* **AIM OF THE EXERCISE**:
Take the line with "names = zipfile.ZipFile(wheel).namelist()" as the first line and the last line of the data as the final one. Write out those lines exactly, and no others.
+++ TASK INPUT +++
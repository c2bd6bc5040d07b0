"""Shared test helpers: a valid event and small catalogues in temporary folders."""

from __future__ import annotations

import re
import textwrap
import xml.etree.ElementTree as ET
from pathlib import Path

VALID_EVENT = """\
id: TEST-1
title: A test pair
time: "2034-04-12T07:26:41.2"
status: confirmed
detection:
  network: [A1, B1]
  snr: 14.3
  false_alarm_rate: 1 / 80 yr
  sky_area: 580 deg2
estimate:
  heavier:
    mass: 36 +5 -4 Msun
    spin: 0.1 +0.2 -0.2
  lighter:
    mass: 29 +4 -5 Msun
    spin: 0.0 +0.3 -0.3
  distance: 440 +180 -170 Mpc
summary: A *test* event.
"""


#: The quantities of the export contract (version 2) in their order, written out here from
#: docs/json-export.md so that the tests check the code against the documented contract.
CONTRACT_QUANTITIES = (
    "heavier_mass",
    "lighter_mass",
    "total_mass",
    "chirp_mass",
    "mass_ratio",
    "effective_spin",
    "precession_spin",
    "heavier_spin",
    "lighter_spin",
    "distance",
    "redshift",
    "remnant_mass",
    "remnant_spin",
    "radiated_mass",
    "energy_radiated",
    "peak_luminosity",
    "kick_velocity",
    "ringdown_frequency",
    "ringdown_damping_time",
    "isco_frequency",
    "time_in_band",
)
#: Every quantity key a JSON document may carry: the contract, then the other quantities.
EXPORT_QUANTITIES = (
    *CONTRACT_QUANTITIES,
    "heavier_mass_detector",
    "lighter_mass_detector",
    "total_mass_detector",
    "chirp_mass_detector",
    "cycles_in_band",
    "strain_amplitude",
    "arm_length_change",
    "lookback_time",
)


#: Mass-band edges in solar masses, in the form the mass-plane figure takes (test values).
PLANE_EDGES = {
    "neutron_star_max": 2.3,
    "lower_gap_top": 5.0,
    "pair_instability_lower": 55.0,
    "pair_instability_upper": 130.0,
}


def write_catalogue(folder: Path, files: dict[str, str]) -> Path:
    """Write ``files`` (name -> text) into ``folder`` and return it."""
    folder.mkdir(parents=True, exist_ok=True)
    for name, text in files.items():
        path = folder / name
        path.parent.mkdir(parents=True, exist_ok=True)
        path.write_text(textwrap.dedent(text), encoding="utf-8")
    return folder


#: Markup in a title: the index shows it as text, from its HTML and from its script alike.
HOSTILE_TITLE = " <b>&</b> <img src=x onerror=alert(1)>"


def index_rows(n: int) -> tuple:
    """``n`` invented rows of the index table (``render.index_page.IndexRow``), made directly
    rather than by deriving events: every class and status, some numbers missing, masses that
    do not follow the designations' order (so a sort by mass reorders the rows)."""
    from factsheet.render.index_page import Cell, IndexRow

    rows = []
    for i in range(n):
        kind = ("BBH", "BNS", "NSBH")[i % 3]
        heavy = 5.0 + (i * 37) % 61  # 5..65, scrambled against i
        rows.append(
            IndexRow(
                id=f"INV-{i + 1:03d}",
                title=f"Invented pair {i + 1}" + (HOSTILE_TITLE if i == 2 else ""),
                page=f"events/INV-{i + 1:03d}.html",
                date=f"2036-{1 + i % 12:02d}-{1 + i % 28:02d}",
                status=("confirmed", "confirmed", "candidate", "confirmed", "retracted")[i % 5],
                source_class=kind,
                visibility="public",
                embargo_until="",
                band_flags=("neutron star",) if kind != "BBH" else (),
                heavier_mass=Cell(f"{heavy:.1f} +2.0 −1.5 M⊙", heavy),
                lighter_mass=Cell(f"{heavy / 2:.2f} +1.0 −0.8 M⊙", heavy / 2),
                remnant_mass=Cell(f"{heavy * 1.4:.1f} +3 −3 M⊙", heavy * 1.4)
                if kind == "BBH"
                else None,
                energy_radiated=None,
                distance=Cell(f"{100 + 10 * i} +40 −30 Mpc", 100.0 + 10 * i),
                sky=Cell(f"{20 + i} deg²", 20.0 + i) if i % 4 else None,
            )
        )
    return tuple(rows)


# --- compact SVG: what a viewer draws is what matplotlib wrote ------------------------------

NUMBER = re.compile(r"-?\d+(?:\.\d+)?")
GEOMETRY = {"d", "x", "y", "width", "height", "viewBox", "transform"}
REFERENCE = re.compile(r'(?:url\(#|xlink:href="#)([^)"]+)')


def drawn_elements(svg: bytes) -> list[tuple]:
    """What a viewer draws, element by element in document order: tag, text, the attributes
    other than ids and geometry (a class taken as the style it stands for), and the geometry's
    numbers (groups with nothing but an id, and upright rotations, do nothing)."""
    root = ET.fromstring(svg)
    sheet = "".join(node.text or "" for node in root.iter("{http://www.w3.org/2000/svg}style"))
    rules = dict(re.findall(r"\.([\w-]+)\{([^}]*)\}", sheet))
    out = []
    for node in root.iter():
        attrs = {k: v for k, v in node.attrib.items() if k != "id"}
        if "class" in attrs:  # a style that elements share, written once in the style sheet
            attrs["style"] = rules[attrs.pop("class")]
        if "style" in attrs:
            attrs["style"] = ";".join(part.strip() for part in attrs["style"].split(";"))
            attrs["style"] = attrs["style"].replace(": ", ":")
        if node.tag.endswith("}style"):
            continue
        if attrs.get("transform", "").startswith("rotate(-0 "):
            del attrs["transform"]
        if node.tag.endswith("}g") and not attrs:
            continue
        rest = {k: v for k, v in attrs.items() if k not in GEOMETRY}
        shape = {k: list(map(float, NUMBER.findall(attrs[k]))) for k in attrs.keys() - rest.keys()}
        out.append((node.tag, (node.text or "").strip(), rest, shape))
    return out


def check_compact(make_figure, monkeypatch) -> None:
    """The compacted SVG of ``make_figure()`` draws the same elements, with the same texts and
    styles, at coordinates within rounding of matplotlib's, and every reference resolves."""
    import pytest

    from factsheet.figures import svg as svg_module

    compact = svg_module.compact
    monkeypatch.setattr(svg_module, "compact", lambda data: data)  # what matplotlib wrote
    raw = svg_module.to_svg(make_figure())
    small = compact(raw)
    assert len(small) < 0.8 * len(raw)
    before, after = drawn_elements(raw), drawn_elements(small)
    assert [e[:3] for e in after] == [e[:3] for e in before]
    for (_tag, _text, _rest, shape), (_, _, _, kept) in zip(before, after, strict=True):
        assert shape.keys() == kept.keys()
        for key, numbers in shape.items():
            assert kept[key] == pytest.approx(numbers, abs=0.0051), key
    text = small.decode()
    assert set(REFERENCE.findall(text)) <= set(re.findall(r' id="([^"]+)"', text))


def loaded_after(code: str, modules: tuple[str, ...]) -> list[str]:
    """Run ``code`` in a fresh interpreter and say, for each of ``modules``, whether it was
    imported by then ("True" or "False")."""
    import subprocess
    import sys

    probe = f"{code}\nimport sys\nprint(*(m in sys.modules for m in {modules!r}))\n"
    done = subprocess.run([sys.executable, "-c", probe], capture_output=True, text=True, check=True)
    return done.stdout.split()
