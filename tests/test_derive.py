"""Derive on whole events: quantities, frames, class, remnant gating, windows and caveats.

Physics values are checked against their sources in tests/physics; here the checks are that
derive wires them correctly (frames, units, gating) and that each caveat rule fires on a case
built to trigger it and stays silent on a clean case.
"""

import astropy.units as u
import numpy as np
import pytest

from factsheet.api import derive
from factsheet.errors import InputError
from factsheet.physics import cosmology

BASE = {
    "id": "T-1",
    "time": "2034-04-12T07:26:41.2",
    "status": "confirmed",
    "parameters": {
        "mass_1": "36 +5 -4 Msun",
        "mass_2": "29 +4 -5 Msun",
        "spin_1z": "0.1 +0.2 -0.2",
        "spin_2z": "0.0 +0.3 -0.3",
        "luminosity_distance": "440 +180 -170 Mpc",
    },
    "false_alarm_rate": "1 / 1000 yr",
    "sky_area": "300 deg2",
}


def event(**changes):
    data = {**BASE, "parameters": dict(BASE["parameters"])}
    for key, value in changes.items():
        if key in BASE["parameters"] or key in ("chi_eff", "redshift"):
            if value is None:
                data["parameters"].pop(key)
            else:
                data["parameters"][key] = value
        else:
            data[key] = value
    return data


def codes(result):
    return {c.code for c in result.caveats}


def test_clean_bbh_has_all_quantities_and_only_standing_caveats():
    r = derive(event())
    assert r.source_class == "BBH"
    for key in (
        "final_mass",
        "final_spin",
        "radiated_energy",
        "peak_luminosity",
        "kick_velocity",
        "ringdown_frequency",
        "ringdown_damping_time",
        "isco_frequency",
        "time_in_band",
    ):
        s = r.quantities[key]
        assert s.low <= s.median <= s.high
    assert r.quantities["final_mass"].median < r.quantities["total_mass"].median
    assert codes(r) == {"independent-sampling", "redshift-from-cosmology"}
    assert r.windows == [] and "no electromagnetic" in r.no_window_reason.lower()


def test_detector_frame_masses_are_divided_by_one_plus_z():
    src = derive(event())
    det = derive(event(frame="detector"))
    z = det.samples["redshift"].value
    np.testing.assert_allclose(
        det.samples["mass_1"].value * (1 + z), det.samples["mass_1_detector"].value
    )
    assert det.quantities["mass_1"].median < src.quantities["mass_1"].median


def test_redshift_matches_cosmology_at_the_median():
    r = derive(event())
    z_med = cosmology.redshift_at_distance(440 * u.Mpc, "Planck18")
    assert r.quantities["redshift"].median == pytest.approx(float(z_med), rel=0.02)


def test_same_input_same_numbers_and_prose_does_not_change_them():
    a = derive(event())
    b = derive(event(title="Another title", summary="Other words"))
    assert a.quantities == b.quantities


def test_bns_gets_no_remnant_numbers_but_windows():
    r = derive(
        event(
            mass_1="1.5 +0.1 -0.1 Msun",
            mass_2="1.3 +0.1 -0.1 Msun",
            luminosity_distance="100 +30 -30 Mpc",
        )
    )
    assert r.source_class == "BNS"
    assert "final_mass" not in r.quantities and "neutron-star-remnant" in codes(r)
    names = [w.name for w in r.windows]
    assert len(names) >= 5 and "counterpart-windows-planning-aid" in codes(r)
    gamma = r.windows[0]
    delay = (gamma.end - r.event.time).to_value(u.s)
    assert 1 < delay < 60  # a short burst arrives seconds after the merger


def test_nsbh_plunge_keeps_remnant_disruption_drops_it():
    plunge = derive(
        event(
            mass_1="11 +1 -1 Msun",
            mass_2="1.4 +0.1 -0.1 Msun",
            spin_1z="0 +0 -0",
            spin_2z="0 +0 -0",
        )
    )
    assert plunge.source_class == "NSBH" and "final_mass" in plunge.quantities
    assert "neutron-star-plunges" in codes(plunge) and plunge.windows == []
    torn = derive(
        event(mass_1="5.5 +0.3 -0.3 Msun", mass_2="1.4 +0.1 -0.1 Msun", spin_1z="0.8 +0.05 -0.05")
    )
    assert torn.source_class == "NSBH" and "final_mass" not in torn.quantities
    assert "neutron-star-disrupted" in codes(torn) and torn.windows


def test_chi_eff_only_and_no_spins():
    r = derive(event(spin_1z=None, spin_2z=None, chi_eff="0.2 +0.1 -0.1"))
    assert "spins-from-effective-spin" in codes(r)
    np.testing.assert_array_equal(r.samples["spin_1z"], r.samples["spin_2z"])
    assert "spins-assumed-zero" in codes(derive(event(spin_1z=None, spin_2z=None)))


@pytest.mark.parametrize(
    ("status", "code"), [("candidate", "candidate"), ("retracted", "retracted")]
)
def test_status_caveats(status, code):
    assert code in codes(derive(event(status=status)))


def test_low_significance_and_large_sky_area():
    r = derive(event(false_alarm_rate="3 / yr", sky_area="2500 deg2"))
    assert {"low-significance", "large-sky-area"} <= codes(r)


def test_given_redshift_silences_cosmology_caveat():
    r = derive(event(redshift="0.09 +0.03 -0.03"))
    assert "redshift-from-cosmology" not in codes(r)


def test_out_of_calibration_fit_caveat():
    # q ~ 0.1 is outside the kick fit's calibrated mass ratios 0.25..1 (Gonzalez et al. 2007)
    r = derive(event(mass_1="50 +3 -3 Msun", mass_2="5.5 +0.5 -0.5 Msun"))
    notes = [c.text for c in r.caveats if c.code == "fit-outside-calibration"]
    assert any("Recoil" in t and "mass_ratio" in t for t in notes)
    assert "fit-outside-calibration" not in codes(derive(event()))


def test_band_straddle_caveat():
    r = derive(event(mass_1="47 +6 -6 Msun", mass_2="40 +4 -4 Msun"))
    assert "band-straddles-edge" in codes(r)
    probs = r.mass_bands["mass_1"]
    assert 0.1 < probs["pair_instability_gap"] < 0.9


def test_agn_host_gives_flare_and_repeat_windows():
    r = derive(
        event(host={"smbh_mass": "1e8 Msun", "orbit_radius": 700, "disk_aspect_ratio": 0.01})
    )
    assert len(r.windows) == 2 and all(w.scenario == "agn_disk" for w in r.windows)
    assert r.windows[0].start > r.event.time


def test_editorial_caveats_kept_as_written():
    r = derive(event(caveats=["Check the *calibration* note."]))
    (note,) = [c for c in r.caveats if c.editorial]
    assert note.text == "Check the *calibration* note."


def test_api_reports_bad_input():
    with pytest.raises(InputError, match="mass_1"):
        derive(event(mass_1="36 +5 -4 Mpc"))


def test_neutron_star_radius_and_thresholds_are_settings(tmp_path):
    from factsheet.model import Settings

    torn = event(
        mass_1="5.5 +0.3 -0.3 Msun", mass_2="1.4 +0.1 -0.1 Msun", spin_1z="0.8 +0.05 -0.05"
    )
    wide = derive(torn, Settings(neutron_star_radius=13 * u.km))
    small = derive(torn, Settings(neutron_star_radius=10 * u.km))
    # a larger star is less compact and easier to disrupt (Foucart, Hinderer & Nissanke 2018)
    assert wide.disruption_probability >= small.disruption_probability
    assert "13 km" in next(c.text for c in wide.caveats if c.code.startswith("neutron-star"))
    strict = Settings(low_significance_rate=1 / (10_000 * u.yr), large_sky_area=100 * u.deg**2)
    assert {"low-significance", "large-sky-area"} <= codes(derive(event(), strict))
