"""The shipped folders are found in a wheel install and in a checkout (packaging)."""

import zipfile

import pytest

from factsheet.resources import demo_dir, shipped_folder, templates_dir


def test_packaged_copy_wins_over_the_checkout(tmp_path):
    package = tmp_path / "site-packages" / "factsheet"
    (package / "templates").mkdir(parents=True)
    (tmp_path / "site-packages" / "templates").mkdir()
    assert shipped_folder("templates", package) == package / "templates"


def test_checkout_folder_beside_the_package(tmp_path):
    package = tmp_path / "checkout" / "factsheet"
    package.mkdir(parents=True)
    (tmp_path / "checkout" / "events_demo").mkdir()
    assert shipped_folder("events_demo", package) == tmp_path / "checkout" / "events_demo"


def test_missing_folder_is_a_clear_error(tmp_path):
    with pytest.raises(FileNotFoundError, match="templates"):
        shipped_folder("templates", tmp_path / "factsheet")


def test_installed_folders_hold_what_the_build_needs():
    assert (templates_dir() / "event.html").is_file()
    assert (templates_dir() / "static" / "style.css").is_file()
    assert (demo_dir() / "catalogue.yaml").is_file()


def test_wheel_ships_templates_and_demo(tmp_path):
    from pathlib import Path

    from hatchling.builders.wheel import WheelBuilder

    root = Path(__file__).resolve().parents[1]
    if not (root / "pyproject.toml").is_file():
        pytest.fail("run the tests from a checkout: the wheel is built from its pyproject.toml")
    wheel = next(
        iter(WheelBuilder(str(root)).build(directory=str(tmp_path), versions=["standard"]))
    )
    names = zipfile.ZipFile(wheel).namelist()
    assert "factsheet/templates/event.html" in names
    assert "factsheet/templates/static/catalogue.js" in names
    assert "factsheet/events_demo/catalogue.yaml" in names
    assert "factsheet/data/mass_bands.yaml" in names
    assert "factsheet/physics/_qnm_table.py" in names
    assert "factsheet/locale/es/LC_MESSAGES/factsheet.mo" in names  # the compiled catalogue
+++
* **ANSWER SECTION**:
    names = zipfile.ZipFile(wheel).namelist()
    assert "factsheet/templates/event.html" in names
    assert "factsheet/templates/static/catalogue.js" in names
    assert "factsheet/events_demo/catalogue.yaml" in names
    assert "factsheet/data/mass_bands.yaml" in names
    assert "factsheet/physics/_qnm_table.py" in names
    assert "factsheet/locale/es/LC_MESSAGES/factsheet.mo" in names  # the compiled catalogue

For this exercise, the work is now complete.